While the theatrical knight's Shakespearian interpretations have undoubtedly been earthy on occasions, I doubt if there has been anything to compare with the sight of chunky Peacock making his stage debut performing a stick dance with Broadsides' well-rounded and much-hallowed Bottom, John Branwell.

To the rhythms of their sticks and the fairy folk band, they twist and turn each other, eyeballs in constant contact. There is nothing undignified about the dance; at times it's only a short remove from the charged eroticism of a Polynesian line dance, where corpulence is everything. This is England, though, and vulgarity will out: sticks are thrust at bottoms and a provocatively tender world becomes, in an instant, rumbustious and self-mocking.

It is a vision entirely in keeping with Northern Broadsides' revisionist approach to Shakespeare, which is more than the sum of the actors' accents. The use of wholesome vowels certainly liberates the cast. John Branwell, rarely out of work in the country's larger theatres, is delighted to play Bottom in his native West Yorkshire voice. "It's such a relief not to have to concentrate on speaking the lines beautifully," he says. David Peacock comes from Hackney and owes the natural, northern voice of his fairy to an itinerant childhood, but all the other actors hail from Yorkshire or Lancashire - and Hull, of course, which was at least in Yorkshire when the artistic director Barrie Rutter grew up there, son of a fish filleter.

The confidence and will to work in dialect comes, he says, from his collaborations with the poet Tony Harrison at Salts Mill in Bradford. "I hate the stuttering carburettor prevalent in much classical acting," Rutter says. "But our work goes further than a reassessment of accent. All Broadsides productions, Shakespeare or Kleist or whatever, are infused with northern energy. You couldn't do what we do from Somerset. You could apply the same principles, but you'd get a different body of work, because the cultural baggage is different."

In rehearsal, Rutter goes for clarity, good story-telling and no interference with the text. Design and lighting are minimal. He acts in almost all the productions. "Though I have begun to direct, my juices are as an actor, and I can't imagine not doing it."
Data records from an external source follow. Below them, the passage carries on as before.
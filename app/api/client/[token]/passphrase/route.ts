import { Failure } from '@/lib/access';
import { passCookies, readForm, route } from '@/lib/http';
import { PassphraseForm, tryPassphrase } from '@/lib/notebooks';

/** The form of a link's page, which needs no script: it leads back to the page, opened or not. */
export const POST = route({ person: 'none' }, async ({ request, address, part }) => {
  const token = part('token');
  const { passphrase } = PassphraseForm.catch({ passphrase: '' }).parse(await readForm(request));
  const back = (query: string, cookies: string[] = []) => {
    const headers = new Headers({ location: `/client/${encodeURIComponent(token)}${query}` });
    for (const cookie of cookies) headers.append('set-cookie', cookie);
    return new Response(null, { status: 303, headers });
  };
  try {
    const pass = await tryPassphrase(token, passphrase, address);
    return pass === null ? back('?passphrase=wrong') : back('', passCookies(token, pass));
  } catch (fault) {
    if (!(fault instanceof Failure)) throw fault;
    return back(fault.code === 'too-many' ? '?passphrase=wait' : '');
  }
});
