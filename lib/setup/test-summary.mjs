import { existsSync, readFileSync } from 'node:fs';
import { relative } from 'node:path';

/**
 * Reads vitest's JSON report.
 * @returns `{ passed, failed, left, folders }`: counts of tests, `left` being those that did not
 *   run, and the number that ran by folder of `tests/`;
 *   null when there is no report
 */
export function readReport(path, root) {
  if (!existsSync(path)) return null;
  const report = JSON.parse(readFileSync(path, 'utf8'));
  const folders = new Map();
  for (const file of report.testResults) {
    const [, folder] = relative(root, file.name).split('/');
    folders.set(folder, (folders.get(folder) ?? 0) + file.assertionResults.length);
  }
  return {
    passed: report.numPassedTests,
    failed: report.numFailedTests,
    left: report.numPendingTests + report.numTodoTests,
    folders: [...folders].sort(([a], [b]) => a.localeCompare(b)),
  };
}

/** The closing lines: each step with its outcome and time, then the counts. */
export function summaryLines(steps, report) {
  const lines = ['', 'Summary'];
  for (const { name, fault, seconds } of steps) {
    const outcome = fault === null ? 'passed' : 'FAILED';
    lines.push(`  ${name.padEnd(12)} ${outcome}  ${seconds.toFixed(1).padStart(6)} s`);
  }
  if (report !== null) {
    const { passed, failed, left, folders } = report;
    lines.push(`  ${passed} tests passed, ${failed} failed, ${left} did not run`);
    lines.push(`  by folder: ${folders.map(([name, n]) => `${name} ${n}`).join(', ')}`);
  }
  return lines;
}
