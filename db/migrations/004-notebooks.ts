import type { Knex } from 'knex';

export async function up(knex: Knex): Promise<void> {
  await knex.raw(`
    create table if not exists notebooks (
      id char(36) character set ascii collate ascii_bin not null,
      workshop_id char(36) character set ascii collate ascii_bin not null,
      title varchar(200) not null,
      -- The number of the newest version; 0 until the first one is in.
      head int unsigned not null default 0,
      archived_at datetime(3) null,
      created_at datetime(3) not null default current_timestamp(3),
      changed_at datetime(3) not null default current_timestamp(3),
      primary key (id),
      key notebooks_workshop (workshop_id),
      constraint notebooks_workshop foreign key (workshop_id) references workshops (id)
    ) engine = InnoDB default character set utf8mb4 collate utf8mb4_unicode_ci
  `);
}

export async function down(knex: Knex): Promise<void> {
  await knex.raw('drop table if exists notebooks');
}
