import type { Knex } from 'knex';

export async function up(knex: Knex): Promise<void> {
  await knex.raw(`
    create table if not exists rate_limits (
      bucket varchar(190) character set utf8mb4 collate utf8mb4_bin not null,
      window_start datetime(3) not null,
      hits int unsigned not null,
      primary key (bucket, window_start),
      key rate_limits_age (window_start)
    ) engine = InnoDB default character set utf8mb4 collate utf8mb4_unicode_ci
  `);
}

export async function down(knex: Knex): Promise<void> {
  await knex.raw('drop table if exists rate_limits');
}
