import type { Knex } from 'knex';

export async function up(knex: Knex): Promise<void> {
  await knex.raw(`
    create table if not exists versions (
      notebook_id char(36) character set ascii collate ascii_bin not null,
      number int unsigned not null,
      -- No cascade: who saved a version stays on record as long as the version does.
      author_id char(36) character set ascii collate ascii_bin not null,
      saved_at datetime(3) not null default current_timestamp(3),
      note varchar(500) null,
      restored_from int unsigned null,
      content json not null,
      content_hash char(64) character set ascii collate ascii_bin not null,
      primary key (notebook_id, number),
      key versions_author (author_id),
      constraint versions_number check (number > 0),
      constraint versions_notebook foreign key (notebook_id) references notebooks (id) on delete cascade,
      constraint versions_author foreign key (author_id) references users (id),
      constraint versions_restored foreign key (notebook_id, restored_from) references versions (notebook_id, number)
    ) engine = InnoDB default character set utf8mb4 collate utf8mb4_unicode_ci
  `);
}

export async function down(knex: Knex): Promise<void> {
  await knex.raw('drop table if exists versions');
}
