import type { Knex } from 'knex';

/** Links of before point at the latest issued revision, for ever, without a passphrase. */
export async function up(knex: Knex): Promise<void> {
  await knex.raw(`
    alter table client_links
      -- Null: the latest issued one.
      add column if not exists revision int unsigned null,
      add column if not exists expires_at datetime(3) null,
      -- Argon2id; null where none is asked for.
      add column if not exists passphrase_hash varchar(200) character set ascii collate ascii_bin null,
      add column if not exists client_name varchar(120) null,
      add column if not exists client_email varchar(254) character set utf8mb4 collate utf8mb4_bin null
  `);
}

export async function down(knex: Knex): Promise<void> {
  await knex.raw(`
    alter table client_links
      drop column if exists revision,
      drop column if exists expires_at,
      drop column if exists passphrase_hash,
      drop column if exists client_name,
      drop column if exists client_email
  `);
}
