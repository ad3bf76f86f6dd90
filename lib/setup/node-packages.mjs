import { readFileSync } from 'node:fs';
import { join } from 'node:path';
import { run, say, SetupError } from './run-command.mjs';

/** Stops with one line when this Node is outside what package.json asks for. */
export function checkNodeVersion(root) {
  const wanted = JSON.parse(readFileSync(join(root, 'package.json'), 'utf8')).engines.node;
  const [, low, high] = /^>=(\d+\.\d+) <(\d+)$/.exec(wanted) ?? [];
  const number = (text) => {
    const [major, minor = '0'] = text.split('.');
    return Number(major) * 1000 + Number(minor);
  };
  const here = number(process.versions.node);
  if (here < number(low) || here >= number(high)) {
    throw new SetupError(`Node ${wanted} is needed, this is ${process.versions.node}.`);
  }
}

/** Whether node_modules holds exactly the versions the lock file names (other platforms' parts aside). */
export function packagesAreCurrent(root) {
  const wanted = readPackages(join(root, 'package-lock.json'));
  const present = readPackages(join(root, 'node_modules', '.package-lock.json'));
  if (wanted === null || present === null) return false;
  return Object.entries(wanted).every(([path, entry]) => {
    if (path === '' || entry.link === true) return true;
    const found = present[path];
    return found === undefined ? entry.optional === true : found.version === entry.version;
  });
}

function readPackages(path) {
  try {
    return JSON.parse(readFileSync(path, 'utf8')).packages;
  } catch {
    return null;
  }
}

/** Installs the npm packages from the lock file unless they are already the right ones. */
export async function ensureNodePackages(root) {
  if (packagesAreCurrent(root)) return;
  say('installing npm packages from the lock file (about a minute) …');
  const args = ['ci', '--include=dev', '--no-audit', '--no-fund'];
  const npm = process.env.npm_execpath;
  if (npm === undefined) await run('npm', args, { cwd: root });
  else await run(process.execPath, [npm, ...args], { cwd: root });
}
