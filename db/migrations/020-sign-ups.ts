import type { Knex } from 'knex';

/**
 * Sign-ups that wait for their e-mail address to be confirmed. No account exists before that, so an
 * address belongs to nobody until somebody has read a letter sent to it; and each sign-up keeps the
 * password it was made with, so that nobody confirms another one's by mistake.
 */
export async function up(knex: Knex): Promise<void> {
  await knex.raw(`
    create table if not exists sign_ups (
      id char(36) character set ascii collate ascii_bin not null,
      token_hash char(64) character set ascii collate ascii_bin not null,
      email varchar(254) character set utf8mb4 collate utf8mb4_bin not null,
      name varchar(120) not null,
      workshop varchar(120) not null,
      password_hash varchar(255) character set ascii collate ascii_bin not null,
      made_at datetime(3) not null default current_timestamp(3),
      expires_at datetime(3) not null,
      primary key (id),
      unique key sign_ups_token (token_hash),
      key sign_ups_email (email, made_at),
      key sign_ups_age (expires_at),
      constraint sign_ups_email_lower check (email = lower(email))
    ) engine = InnoDB default character set utf8mb4 collate utf8mb4_unicode_ci
  `);
}

export async function down(knex: Knex): Promise<void> {
  await knex.raw('drop table if exists sign_ups');
}
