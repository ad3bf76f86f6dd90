import { done, route } from '@/lib/http';
import { RoleChange, changeRole, removePerson } from '@/lib/notebooks';

export const PATCH = route(
  { person: 'required', body: RoleChange },
  async ({ person, part, body }) => {
    await changeRole(person, part('id'), part('personId'), body.role);
    return done();
  },
);

export const DELETE = route({ person: 'required' }, async ({ person, part }) => {
  await removePerson(person, part('id'), part('personId'));
  return done();
});
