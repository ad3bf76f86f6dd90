import { spawn } from 'node:child_process';
import { join } from 'node:path';
import { SetupError } from './run-command.mjs';

/**
 * Starts the local mailbox, in a process of its own because it needs packages: an SMTP server on
 * loopback that keeps each letter as a file in `folder`.
 * @returns `{ env, stop }`: the variables that lead the application to it, and a function that stops it
 */
export async function startMailbox(root, folder) {
  const child = spawn(process.execPath, [join(root, 'lib', 'mail', 'serve-mailbox.mjs'), folder], {
    cwd: root,
    // In a session of its own: Ctrl-C reaches it through us, after the application has stopped.
    detached: true,
    stdio: ['pipe', 'pipe', 'inherit'],
  });
  // It may be gone already when its input is closed.
  child.stdin.on('error', () => undefined);
  const ended = new Promise((resolve) => child.once('exit', resolve));
  const port = await Promise.race([
    firstLine(child.stdout).then((line) => JSON.parse(line).port),
    ended.then(() => {
      throw new SetupError('the local mailbox ended before it was ready.');
    }),
  ]);
  return {
    env: { SMTP_URL: `smtp://127.0.0.1:${port}`, SURDWORK_MAILBOX: folder },
    stop: async () => {
      child.stdin.end();
      await ended;
    },
  };
}

function firstLine(stream) {
  return new Promise((resolve) => {
    let text = '';
    stream.on('data', (chunk) => {
      text += chunk;
      if (text.includes('\n')) resolve(text.slice(0, text.indexOf('\n')));
    });
  });
}
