import { hostname } from 'node:os';
import { isAbsolute, join } from 'node:path';
import { SetupError } from './run-command.mjs';

const LOOPBACK = new Set(['127.0.0.1', 'localhost', '::1', '[::1]']);

/**
 * What the person at the terminal may set, checked before anything starts.
 * README lists the names; everything else the application reads is made from these.
 */
export function readOptions(root, variables = process.env) {
  const host = variables.HOST ?? '127.0.0.1';
  const port = readPort(variables, 'PORT') ?? 3000;
  const databaseUrl = variables.DATABASE_URL;
  if (!LOOPBACK.has(host) && variables.NEXTAUTH_URL === undefined) {
    throw new SetupError(
      `HOST is ${host}, so other machines can reach this one: set NEXTAUTH_URL to the address they use, for instance http://${hostname()}:${port}`,
    );
  }
  const shown = host.includes(':') && !host.startsWith('[') ? `[${host}]` : host;
  const address = variables.NEXTAUTH_URL ?? `http://${shown}:${port}`;
  if (!URL.canParse(address)) throw new SetupError(`NEXTAUTH_URL is not an address: ${address}`);
  const folder = variables.DATA_DIR ?? '.data';
  return {
    root,
    host,
    port,
    address: address.replace(/\/$/, ''),
    folder: isAbsolute(folder) ? folder : join(root, folder),
    databaseUrl,
    databasePort: readPort(variables, 'DATABASE_PORT'),
    demo: wantsDemo(variables.SURDWORK_DEMO, [
      LOOPBACK.has(host),
      LOOPBACK.has(new URL(address).hostname),
      databaseUrl === undefined,
    ]),
    secret: variables.NEXTAUTH_SECRET,
    /** Whether an SMTP server is named that takes the mail. */
    smtp: Boolean(variables.SMTP_URL || variables.SMTP_HOST),
  };
}

function readPort(variables, name) {
  const text = variables[name];
  if (text === undefined || text === '') return undefined;
  const port = Number(text);
  if (Number.isInteger(port) && port > 0 && port < 65_536) return port;
  throw new SetupError(`${name} is ${text}; a port is a whole number from 1 to 65535.`);
}

/** The demo's passwords are published, so it exists only on a copy nobody else can reach, or when asked for. */
function wantsDemo(asked, signsOfPrivacy) {
  if (asked === undefined || asked === '') return signsOfPrivacy.every(Boolean);
  if (asked === '0' || asked === '1') return asked === '1';
  throw new SetupError(`SURDWORK_DEMO is ${asked}; it is 1 to have the demo, 0 not to have it.`);
}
Though off-stage he is undoubtedly the leader of the pack, Rutter's own performances are considered generous by the rest of the company. In rehearsal, everyone is encouraged to help shape the production. His trust in Shakespeare is absolute. "Don't worry about that," he'll say sometimes, when an actor hesitates. "Listen to the words and Shakespeare will do it for you." And working with the four young lovers: "Don't be put off by the iambic pentameter; it's not an invention to make our lives a misery. It comes straight from the streets. It's the people's rhythms, formalised so that the language can call attention to itself.

"Don't think you have to speak politely. When they dug up the Rose Theatre, they found tons of nutshells, put there to stem the quagmire of an open sewer up against the stage. You can't tell me that the theatre was a quiet and reverent place to be!"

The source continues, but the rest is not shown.